Die Bereitschaft zum Spenden ist bei vielen Menschen da – doch angesichts der vielen potenziellen Empfänger steht man manchmal vor richtigen Problemen. WN-Redakteur Martin Borck versucht Entscheidungshilfen zu geben. Von Martin Borck
Samstag, 14.12.2019, 08:00 Uhr
Veröffentlicht: Samstag, 14.12.2019, 08:00 Uhr
Zu spenden, wenn man es sich leisten kann, ist nie verkehrt. Doch wem man sein Geld gibt, darüber sollte man sich im Vorfeld Gedanken machen, denn die Begehrlichkeiten sind vielfältig – und nicht immer seriös.
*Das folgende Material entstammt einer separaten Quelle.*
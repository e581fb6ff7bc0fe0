package store

import (
	"context"
	"time"
)

// OpsFigures are the figures the metrics read from the database: the
// notification outbox, the due list by status and the register's airframes
// by status.
type OpsFigures struct {
	OutboxPending int64 // undelivered rows still to be tried
	OutboxGivenUp int64 // undelivered rows given up after the most attempts
	// OutboxOldestPending is the age of the oldest row still to be tried;
	// zero when none is.
	OutboxOldestPending        time.Duration
	DueOK, DueSoon, DueOverdue int64
	// Airframes by the status the API reports (fleet.Airframe.DeriveStatus):
	// retired; grounded by a hold or an overdue grounding rule; active.
	AirframesActive, AirframesGrounded, AirframesRetired int64
}

// opsFiguresSQL is one statement of three aggregates. The outbox part reads
// only undelivered rows (the partial index outbox_due covers them); the due
// list and the register are counted whole, some 16 one-row reads' time at
// 500 airframes (BenchmarkOpsFigures in api), which is why the metrics
// cache the result.
const opsFiguresSQL = `
WITH o AS (
	SELECT count(*) FILTER (WHERE next_attempt_at IS NOT NULL) AS pending,
	       count(*) FILTER (WHERE next_attempt_at IS NULL) AS given_up,
	       coalesce(extract(epoch FROM now() - min(created_at) FILTER (WHERE next_attempt_at IS NOT NULL)), 0)::float8 AS oldest
	FROM outbox WHERE delivered_at IS NULL),
d AS (
	SELECT count(*) FILTER (WHERE status = 'ok') AS ok,
	       count(*) FILTER (WHERE status = 'due_soon') AS soon,
	       count(*) FILTER (WHERE status = 'overdue') AS overdue
	FROM due_items),
a AS (
	SELECT count(*) FILTER (WHERE retired_at IS NOT NULL) AS retired,
	       count(*) FILTER (WHERE retired_at IS NULL AND (hold_reason IS NOT NULL OR ` + groundedByRule + `)) AS grounded,
	       count(*) FILTER (WHERE retired_at IS NULL) AS in_service
	FROM airframes)
SELECT o.pending, o.given_up, o.oldest, d.ok, d.soon, d.overdue, a.in_service - a.grounded, a.grounded, a.retired
FROM o, d, a`

// OpsFigures reads the figures in one statement.
func (db *DB) OpsFigures(ctx context.Context) (OpsFigures, error) {
	var f OpsFigures
	var oldest float64
	err := db.pool.QueryRow(ctx, opsFiguresSQL).Scan(&f.OutboxPending, &f.OutboxGivenUp, &oldest,
		&f.DueOK, &f.DueSoon, &f.DueOverdue, &f.AirframesActive, &f.AirframesGrounded, &f.AirframesRetired)
	if err != nil {
		return OpsFigures{}, translate(err)
	}
	f.OutboxOldestPending = time.Duration(oldest * float64(time.Second))
	return f, nil
}
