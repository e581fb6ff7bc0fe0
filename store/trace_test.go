package store_test

import (
	"math"
	"testing"
	"time"

	"github.com/rotorwright/rotorwright/fleet"
	"github.com/rotorwright/rotorwright/store"
)

// A job flown by two airframes, one of which has a motor swapped between its
// flights: the manifest lists, for each flight, the parts on board at take-off.
func TestManifestTwoAirframesMidJobSwap(t *testing.T) {
	f := newFixture(t)
	a, b := f.airframe("RW-31", "quad-x"), f.airframe("RW-32", "quad-x")
	am := f.quadMotors(a, "LOT-7", base)
	f.quadMotors(b, "LOT-8", base)
	job := f.job("J-SURVEY-1")
	other := f.job("J-OTHER")
	p1, p2 := f.pack(), f.pack()

	f1 := f.flight(a, job, base.Add(24*time.Hour), 20, p1)
	f2 := f.flight(b, job, base.Add(24*time.Hour+5*time.Minute), 25, p2)
	swap := base.Add(25 * time.Hour)
	if _, err := f.db.Remove(f.ctx, a.ID, store.RemovalRequest{PartID: am[2].ID, At: swap, Reason: "noise"}); err != nil {
		t.Fatal(err)
	}
	spare := f.motor(fleet.CCW, "LOT-9")
	f.fit(a, spare, "m3", swap)
	f3 := f.flight(a, job, base.Add(26*time.Hour), 18, p2)
	f.flight(a, other, base.Add(30*time.Hour), 10, p1) // another job: not in this manifest

	m, err := f.db.Manifest(f.ctx, job.ID)
	if err != nil {
		t.Fatal(err)
	}
	if len(m.Flights) != 3 {
		t.Fatalf("manifest has %d flights, want 3", len(m.Flights))
	}
	wantOrder := []string{f1.ID, f2.ID, f3.ID}
	for i, fl := range m.Flights {
		if fl.FlightID != wantOrder[i] {
			t.Fatalf("flight %d is %s, want %s (take-off order)", i, fl.FlightID, wantOrder[i])
		}
		if len(fl.Parts) != 4 || len(fl.Packs) != 1 {
			t.Fatalf("flight %d: %d parts, %d packs; want 4 and 1", i, len(fl.Parts), len(fl.Packs))
		}
	}
	m3 := func(fl store.ManifestFlight) string {
		for _, p := range fl.Parts {
			if p.Position == "m3" {
				return p.Serial
			}
		}
		return ""
	}
	if m3(m.Flights[0]) != am[2].Serial || m3(m.Flights[2]) != spare.Serial {
		t.Fatalf("m3 on RW-31: first flight %s (want %s), after swap %s (want %s)",
			m3(m.Flights[0]), am[2].Serial, m3(m.Flights[2]), spare.Serial)
	}
	if m.Flights[1].AirframeCode != "RW-32" || m.Flights[1].Parts[0].Lot != "LOT-8" {
		t.Fatalf("second flight: %+v", m.Flights[1])
	}
	if math.Abs(m.Flights[1].Hours-25.0/60) > 1e-9 {
		t.Fatalf("hours %v, want %v", m.Flights[1].Hours, 25.0/60)
	}
}

func TestTraceLotAcrossJobs(t *testing.T) {
	f := newFixture(t)
	a, b, c := f.airframe("RW-41", "quad-x"), f.airframe("RW-42", "quad-x"), f.airframe("RW-43", "quad-x")
	// LOT-X: two motors on RW-41 (m1, m2) and one on RW-42 (m1); RW-43 has none.
	lx := []*fleet.Part{f.motor(fleet.CCW, "LOT-X"), f.motor(fleet.CW, "LOT-X"), f.motor(fleet.CCW, "LOT-X")}
	f.fit(a, lx[0], "m1", base)
	f.fit(a, lx[1], "m2", base)
	f.fit(b, lx[2], "m1", base)
	f.fit(c, f.motor(fleet.CCW, "LOT-Y"), "m1", base)
	j1, j2, j3 := f.job("J1"), f.job("J2"), f.job("J3")
	f.flight(a, j1, base.Add(time.Hour), 20)
	f.flight(b, j2, base.Add(2*time.Hour), 20)
	f.flight(b, j2, base.Add(3*time.Hour), 20)
	f.flight(c, j3, base.Add(4*time.Hour), 20) // no LOT-X on board
	// RW-42's LOT-X motor removed before its third flight: that flight is clean.
	if _, err := f.db.Remove(f.ctx, b.ID, store.RemovalRequest{PartID: lx[2].ID, At: base.Add(5 * time.Hour)}); err != nil {
		t.Fatal(err)
	}
	f.flight(b, j3, base.Add(6*time.Hour), 20)
	f.flight(a, nil, base.Add(7*time.Hour), 20) // a test flight with no job

	tr, err := f.db.Trace(f.ctx, "LOT-X", "")
	if err != nil {
		t.Fatal(err)
	}
	if len(tr.Parts) != 3 {
		t.Fatalf("%d parts, want 3", len(tr.Parts))
	}
	if len(tr.Flights) != 4 {
		t.Fatalf("%d flights, want 4 (RW-41 x2, RW-42 x2)", len(tr.Flights))
	}
	if len(tr.Flights[0].Serials) != 2 {
		t.Fatalf("RW-41's first flight carried %v, want both LOT-X motors", tr.Flights[0].Serials)
	}
	jobs := map[string]int{}
	for _, j := range tr.Jobs {
		jobs[j.Code] = j.Flights
	}
	if len(jobs) != 2 || jobs["J1"] != 1 || jobs["J2"] != 2 {
		t.Fatalf("jobs %v, want J1:1 J2:2", jobs)
	}
	byPN, err := f.db.Trace(f.ctx, "", "PN-motor")
	if err != nil {
		t.Fatal(err)
	}
	if len(byPN.Parts) != 4 || len(byPN.Jobs) != 3 {
		t.Fatalf("part-number trace: %d parts, %d jobs; want 4 and 3", len(byPN.Parts), len(byPN.Jobs))
	}
}

// A motor flies on one airframe, moves to another and flies there: its hours
// in service and cycles carry across.
func TestPartHoursCarriedAcrossAirframes(t *testing.T) {
	f := newFixture(t)
	a, b := f.airframe("RW-51", "quad-x"), f.airframe("RW-52", "quad-x")
	m := f.motor(fleet.CCW, "")
	f.fit(a, m, "m1", base)
	f.flight(a, nil, base.Add(time.Hour), 30)
	f.flight(a, nil, base.Add(2*time.Hour), 15)
	if _, err := f.db.Remove(f.ctx, a.ID, store.RemovalRequest{PartID: m.ID, At: base.Add(3 * time.Hour)}); err != nil {
		t.Fatal(err)
	}
	f.flight(a, nil, base.Add(4*time.Hour), 40) // after removal: not the motor's
	f.fit(b, m, "m3", base.Add(5*time.Hour))
	f.flight(b, nil, base.Add(6*time.Hour), 45)
	pk := f.pack()
	f.flight(b, nil, base.Add(7*time.Hour), 12, pk)

	h, err := f.db.PartHistory(f.ctx, m.ID)
	if err != nil {
		t.Fatal(err)
	}
	// 30 + 15 + 45 + 12 minutes = 1.7 h over 4 cycles.
	if h.Totals.Flights != 4 || h.Totals.Cycles != 4 || math.Abs(h.Totals.Hours-1.7) > 1e-9 {
		t.Fatalf("totals %+v, want 4 flights, 4 cycles, 1.7 h", h.Totals)
	}
	if ra, rb := h.ByAirframe["RW-51"], h.ByAirframe["RW-52"]; ra.Flights != 2 || rb.Flights != 2 ||
		math.Abs(ra.Hours-0.75) > 1e-9 || math.Abs(rb.Hours-0.95) > 1e-9 {
		t.Fatalf("by airframe %+v", h.ByAirframe)
	}
	if len(h.Fits) != 2 || h.Fits[0].RemovedAt == nil || h.Fits[1].RemovedAt != nil {
		t.Fatalf("fits %+v", h.Fits)
	}
	// A pack's history counts the flights it was listed on.
	ph, err := f.db.PartHistory(f.ctx, pk.ID)
	if err != nil {
		t.Fatal(err)
	}
	if ph.Totals.Flights != 1 || math.Abs(ph.Totals.Hours-0.2) > 1e-9 {
		t.Fatalf("pack totals %+v", ph.Totals)
	}
}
Zu spenden, wenn man es sich leisten kann, ist nie verkehrt. Doch wem man sein Geld gibt, darüber sollte man sich im Vorfeld Gedanken machen, denn die Begehrlichkeiten sind vielfältig – und nicht immer seriös. Foto: Heinrich Schwarze-Blanke
Die Deutschen haben von Januar bis September 2019 rund 3,3 Milliarden Euro gespendet. Das ist das Ergebnis einer Studie im Auftrag des Deutschen Spendenrats. 3,3 Milliarden – pro Kopf sind das rund 40 Euro, die in den ersten neun Monaten dieses Jahres auf Spendenkonten, in Sammelbüchsen oder im Klingelbeutel gelandet sind.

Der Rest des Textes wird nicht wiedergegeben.